Vols Real Test Is This Week Against UK, Must Put Dawgs Loss In The Past
With apologies to site founder Clay Travis, as well as many loyal readers of Outkick, the Vols were not going to beat Georgia this weekend. Tennessee has not bettered a Top 10 team since 2006. It was not happening.
Sure, there was plenty of optimism at halftime -- maybe even elevated expectations -- but the final score was right on par for where the two programs are. Also, let's be honest, the six-game SEC winning streak, and eight-game overall streak, was built on solid wins but not upsets. If Tennessee is going to become more than a Gator Bowl squad, it wins those games every year.
Simply put: Georgia was not the measuring stick for Tennessee. As much as Vol fans may not want to hear this, Kentucky is. At least right now.
Kentucky is a solid football program. It has established itself as more than a doormat in the SEC. It is a barometer game. The top half of the league still expects to beat the 'Cats. The bottom half is not going to do so without some breaks.
Where Tennessee is on that scale is TBD.
Tennessee had self-inflicted wounds against Georgia. It had more penalties on Saturday than the previous two games, combined. It gave up two strip sacks in the second half. Jarrett Guarantano tossed an interception -- which should have been two -- and the program saw its lead evaporate.
Jeremy Pruitt was honest with the evaluation.
"Didn’t run the ball very well, didn’t protect very well. Now, is that something Georgia did and had something to do with? Probably," he said. "There are some things I’m sure they did that we haven’t seen yet. But we’re better than that. We need to play better than that.”
The Vols can absolutely play better than that.

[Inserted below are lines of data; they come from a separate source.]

def _interrupted(tmp_path: Path, args: list, send: str, at: int) -> subprocess.CompletedProcess:
    script = _SIGNAL_SCRIPT.format(at=at, send=_SENDS[send], args=[str(a) for a in args],
                                   worker_only=send in ("sigterm-parent", "ctrl-c-group"))
    env = dict(os.environ, PYTHONPATH=str(ROOT) + os.pathsep + os.environ.get("PYTHONPATH", ""))
    return subprocess.run([sys.executable, "-c", script], capture_output=True, text=True, timeout=300, env=env,
                          cwd=tmp_path, start_new_session=True)


@pytest.mark.parametrize("send, workers", [("sigterm", 1), ("ctrl-c", 1), ("sigterm-parent", 2),
                                           ("ctrl-c-group", 2)])
def test_an_interrupted_fit_keeps_the_best_design_so_far(tmp_path, write_job, send, workers):
    """README: "A time limit or Ctrl-C keeps the best design so far". Ctrl-C of `fit --workers N` exited 130 with
    nothing written, and SIGTERM killed any fit outright. Now: result.json (marked interrupted), one line, 130."""
    text, _ = ladder_job("LR2", start=2.0, spread=4.0)
    job = write_job(text)
    out = tmp_path / "o"
    proc = _interrupted(tmp_path, ["fit", job, "--out", out, "--budget", "10000000", "--workers", workers,
                                   "--no-plots"], send, at=8)
    assert proc.returncode == 130, proc.stderr + proc.stdout
    assert "interrupted; the best design so far is in" in _one_line(proc.stderr, proc.stdout)
    r = json.loads((out / "result.json").read_text())
    assert r["search"]["complete"] is False and r["search"]["stopped_by"] == "interrupted"
    assert 0 < r["search"]["evaluations"] < 10_000_000 and r["cost"] is not None
    assert not [p for p in out.iterdir() if p.name.startswith(".")]  # no temporary file left
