"""S. E. Olive's predicted listener preference from the ANSI/CTA-2034-A curves.

The model (S. E. Olive, "A multiple regression model for predicting loudspeaker preference using objective
measurements: part I / part II", AES 116th Convention, 2004, convention papers 6113 and 6190; US patent
8,311,232) predicts a preference rating from four figures of the curves:

    score = 12.69 - 2.49 NBD_ON - 2.99 NBD_PIR - 4.31 LFX + 2.32 SM_PIR

- NBD (narrow-band deviation, dB) of the on-axis curve and of the estimated in-room response (PIR): over
  the half-octave bands from 100 Hz, edges 100 * 2^(k/2) Hz, the last cut at 12 kHz (14 bands), each
  band's mean absolute difference of its grid points from their own mean; NBD is the mean over the bands.
- SM_PIR: r^2 of the least-squares straight line of the PIR (dB) on log10 f, grid points 100 Hz..16 kHz.
- LFX = log10 f_-6 (f in Hz): going down in frequency from 300 Hz, the first frequency where the sound
  power falls 6 dB under the listening window's mean level over 300 Hz..10 kHz, interpolated in log f.

``score_with_sub`` puts the LFX of an ideal subwoofer, log10(14.5 Hz) (common practice), in place of LFX.

Everything that depends on the grid alone is worked out once in a :class:`PreferencePlan` (band index
ranges, regression abscissae and their sums, the LFX reference range and search start);
:func:`evaluate` then does only sums and comparisons over the plan's index ranges, batched over leading
axes. Curves are in dB at the edge of this model (the model is defined on dB). A figure the grid (or the
measured positions) cannot give is NaN, and ``reasons`` says why in one line. docs/preference.md has the
equations, the choices and the sources.
"""

from __future__ import annotations

import math
from dataclasses import dataclass, field

import numpy as np

from xo_fit.model.cta2034 import IN_ROOM_WEIGHTS

#: The regression's intercept and coefficients (Olive 2004, part II; US 8,311,232).
INTERCEPT = 12.69
COEF_NBD_ON = 2.49
COEF_NBD_PIR = 2.99
COEF_LFX = 4.31
COEF_SM_PIR = 2.32
#: The -6 dB frequency of an ideal subwoofer, Hz (common practice for ``score_with_sub``).
SUB_F6_HZ = 14.5

#: NBD's bands: from NBD_LOW_HZ in half octaves, the last one cut at NBD_HIGH_HZ.
NBD_LOW_HZ = 100.0
NBD_HIGH_HZ = 12000.0
#: SM's regression span, Hz.
SM_LOW_HZ = 100.0
SM_HIGH_HZ = 16000.0
#: LFX: the listening window's reference span, Hz; the search starts at LFX_SEARCH_HZ and goes down.
LFX_REF_LOW_HZ = 300.0
LFX_REF_HIGH_HZ = 10000.0
LFX_SEARCH_HZ = 300.0
LFX_DROP_DB = 6.0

Come Saturday’s noon kickoff at Neyland Stadium, the team will have to. Kentucky beat Mississippi State 21-2 Saturday night at Kroger Field in Lexington, it lost by a missed extra point against Ole Miss. This is not a walkthrough of a game.
Pruitt knows that is not a locked in win, too. He knows that getting up after being knocked down will show where the program is.
“You find out who you are, right?” he said. “You have to go look in the mirror and see how we can all fix ourselves. What’d we do right this week and what did we do wrong?”
If Tennessee is ready to take that next step it has to forget Georgia and focus on Kentucky. From there, Texas A&M, Auburn, and Florida are all still measuring stick games for this squad.